Sekolah yang meraih penghargaan Adiwiyata 2025 dari Kementerian Lingkungan Hidup dan Kehutanan (KLHK) tersebut menjadikan ecosociopreneurship sebagai strategi untuk menanamkan kepedulian terhadap lingkungan sekaligus membangun jiwa kewirausahaan di kalangan siswa.
Kepala SMA Negeri 1 Cepu, Jerry Puspitasari, mengatakan ecosociopreneurship merupakan program yang bertujuan mencetak generasi wirausaha yang memiliki empati terhadap lingkungan alam dan sosial demi keberlangsungan kehidupan.
Program ini menggabungkan tiga aspek utama, yakni kepedulian terhadap lingkungan (eco), kepedulian sosial (socio), dan kewirausahaan (preneurship).
“Melalui ecosociopreneurship, siswa tidak hanya diajarkan menjaga lingkungan, tetapi juga bagaimana mengelola sumber daya secara kreatif agar memiliki nilai ekonomi serta memberikan manfaat sosial bagi masyarakat,” ujarnya di Blora, Senin (20/4/2026).
Melalui program tersebut, siswa didorong memanfaatkan berbagai potensi lingkungan di sekolah, seperti hasil tanaman, sampah organik, maupun bahan daur ulang untuk diolah menjadi produk yang bernilai guna.
Berbagai kegiatan yang dilakukan antara lain pengolahan sampah menjadi kompos, pemanfaatan tanaman dari green house dan apotek hidup, serta pengolahan bahan daur ulang menjadi produk kreatif yang dapat dimanfaatkan maupun dipasarkan.
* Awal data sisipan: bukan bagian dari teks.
package stl

import (
	"fmt"
	"math"
	"slices"

	"github.com/almanac-go/almanac/internal/scaling"
)

// Params are the settings of one STL run, in R's terms. Every field is
// used as given (Defaults fills them the way R does); spans below 3 are
// raised to 3 and even spans to the next odd number inside Decompose.
type Params struct {
	Period  int // observations per cycle, ≥ 2
	SWindow int // seasonal (cycle-subseries) loess span, ≥ 1
	SDegree int // 0 or 1
	SJump   int // ≥ 1
	TWindow int // trend loess span, ≥ 1
	TDegree int // 0 or 1
	TJump   int // ≥ 1
	LWindow int // low-pass loess span, ≥ 1
	LDegree int // 0 or 1
	LJump   int // ≥ 1
	Inner   int // inner iterations per pass, ≥ 1
	Outer   int // robustness passes, ≥ 0 (0 = not robust)
	// Periodic replaces the seasonal component by its cycle means after
	// the run (R's s.window = "periodic"; Defaults then sets SWindow to
	// 10n+1 and SDegree to 0).
	Periodic bool
	// ExactMedian scales the robustness weights by six times the exact
	// median of |remainder|. By default the scale is what R's partial
	// sort leaves at the two middle positions, which for an even number
	// of observations is not always the median (see robustnessWeights).
	ExactMedian bool
}

// nextOdd is R's nextodd: round half to even, then add 1 if even.
func nextOdd(x float64) int {
	r := int(math.RoundToEven(x))
	if r%2 == 0 {
		r++
	}
	return r
}

// TrendWindow returns R's default trend span for a period and seasonal
// span: nextodd(ceiling(1.5·period / (1 − 1.5/sWindow))). It is 3 when
// sWindow ≤ 1.5 (where R's formula turns negative and the Fortran raises
// the span to 3).
func TrendWindow(period, sWindow int) int {
	if float64(sWindow) <= 1.5 {
		return 3
	}
	return nextOdd(math.Ceil(1.5 * float64(period) / (1 - 1.5/float64(sWindow))))
}

// Defaults returns R's stl defaults for n observations: with periodic,
// SWindow = 10n+1 and SDegree = 0; otherwise SWindow = sWindow and
// SDegree = 0. TDegree = LDegree = 1, TWindow by TrendWindow, LWindow =
// nextodd(period), each jump ceiling(window/10), and Inner, Outer = 2, 0
// (1, 15 when robust).
func Defaults(n, period, sWindow int, periodic, robust bool) Params {
	p := Params{Period: period, SWindow: sWindow, Periodic: periodic, TDegree: 1, LDegree: 1}
	if periodic {
		p.SWindow = 10*n + 1
	}
	p.TWindow = TrendWindow(period, p.SWindow)
	p.LWindow = nextOdd(float64(period))
	p.SJump = ceilTenth(p.SWindow)
	p.TJump = ceilTenth(p.TWindow)
	p.LJump = ceilTenth(p.LWindow)
	if robust {
		p.Inner, p.Outer = 1, 15
	} else {
		p.Inner, p.Outer = 2, 0
	}
	return p
}

func ceilTenth(w int) int { return int(math.Ceil(float64(w) / 10)) }

// Effective returns p with the spans raised to at least 3 and to the next
// odd number, as Decompose uses them.
func (p Params) Effective() Params {
	p.SWindow = oddAtLeast3(p.SWindow)
	p.TWindow = oddAtLeast3(p.TWindow)
	p.LWindow = oddAtLeast3(p.LWindow)
	return p
}

func oddAtLeast3(w int) int {
	w = max(w, 3)
	if w%2 == 0 {
		w++
	}
	return w
}

// Validate checks p for a series of n observations. The error wraps
// ErrPeriod, ErrTooShort or ErrParams.
func (p Params) Validate(n int) error {
	if p.Period < 2 {
		return fmt.Errorf("stl: %w: period %d", ErrPeriod, p.Period)
	}
	if n <= 2*p.Period {
		return fmt.Errorf("stl: %w: %d observations, need more than two full periods (> %d)", ErrTooShort, n, 2*p.Period)
	}
	for _, c := range []struct {
		name     string
		v, lo    int
		isDegree bool
	}{
		{"seasonal window", p.SWindow, 1, false},
		{"trend window", p.TWindow, 1, false},
		{"low-pass window", p.LWindow, 1, false},
		{"seasonal degree", p.SDegree, 0, true},
		{"trend degree", p.TDegree, 0, true},
		{"low-pass degree", p.LDegree, 0, true},
		{"seasonal jump", p.SJump, 1, false},
		{"trend jump", p.TJump, 1, false},
		{"low-pass jump", p.LJump, 1, false},
		{"inner iterations", p.Inner, 1, false},
		{"outer iterations", p.Outer, 0, false},
	} {
		if c.v < c.lo || (c.isDegree && c.v > 1) {
			if c.isDegree {
				return fmt.Errorf("stl: %w: %s %d, must be 0 or 1", ErrParams, c.name, c.v)
			}
			return fmt.Errorf("stl: %w: %s %d, must be at least %d", ErrParams, c.name, c.v, c.lo)
		}
	}
	return nil
}

// Workspace holds the scratch memory of Decompose so that repeated runs
// on series of similar length do not allocate. The zero value is ready to
// use. A Workspace must not be used by two goroutines at once.
type Workspace struct {
	work [5][]float64 // n + 2·period each, as the Fortran's work(n+2np, 5)
	ys   []float64    // the data rescaled by a power of two
	rw   []float64    // robustness weights
	sel  []float64    // scratch for the median
	kern kernel       // tabulated tricube weights
}

func grow(s []float64, n int) []float64 {
	if cap(s) < n {
		return make([]float64, n)
	}
	return s[:n]
}

func (w *Workspace) resize(n, period int) {
	m := n + 2*period
	for i := range w.work {
		w.work[i] = grow(w.work[i], m)
	}
	w.rw = grow(w.rw, n)
	w.ys = grow(w.ys, n)
	w.sel = grow(w.sel, n)
}

// Decompose runs STL on y with parameters p and returns freshly allocated
// components. See Workspace.DecomposeTo.
func Decompose(y []float64, p Params) (seasonal, trend, remainder, weights []float64, err error) {
	n := len(y)
	seasonal = make([]float64, n)
	trend = make([]float64, n)
	remainder = make([]float64, n)
	weights = make([]float64, n)
	var w Workspace
	if err := w.DecomposeTo(seasonal, trend, remainder, weights, y, p); err != nil {
		return nil, nil, nil, nil, err
	}
	return seasonal, trend, remainder, weights, nil
}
Program ini juga mendukung penerapan prinsip pengelolaan sampah berbasis 3R (reduce, reuse, recycle) yang menjadi salah satu indikator penting dalam penilaian program Adiwiyata.
Memiliki 972 siswa yang terbagi dalam 27 rombongan belajar (rombel). Tiap rombel terdiri atas 36 anak. Seluruh siswa dilibatkan dalam berbagai kegiatan peduli lingkungan, baik melalui pembelajaran di kelas maupun pembiasaan dalam aktivitas sekolah sehari-hari.
Selain ecosociopreneurship, sekolah juga menjalankan sejumlah program pendukung Adiwiyata lainnya, seperti integrasi pendidikan lingkungan dalam kurikulum, penghematan energi dan air, pengelolaan bank sampah, serta penghijauan lingkungan sekolah.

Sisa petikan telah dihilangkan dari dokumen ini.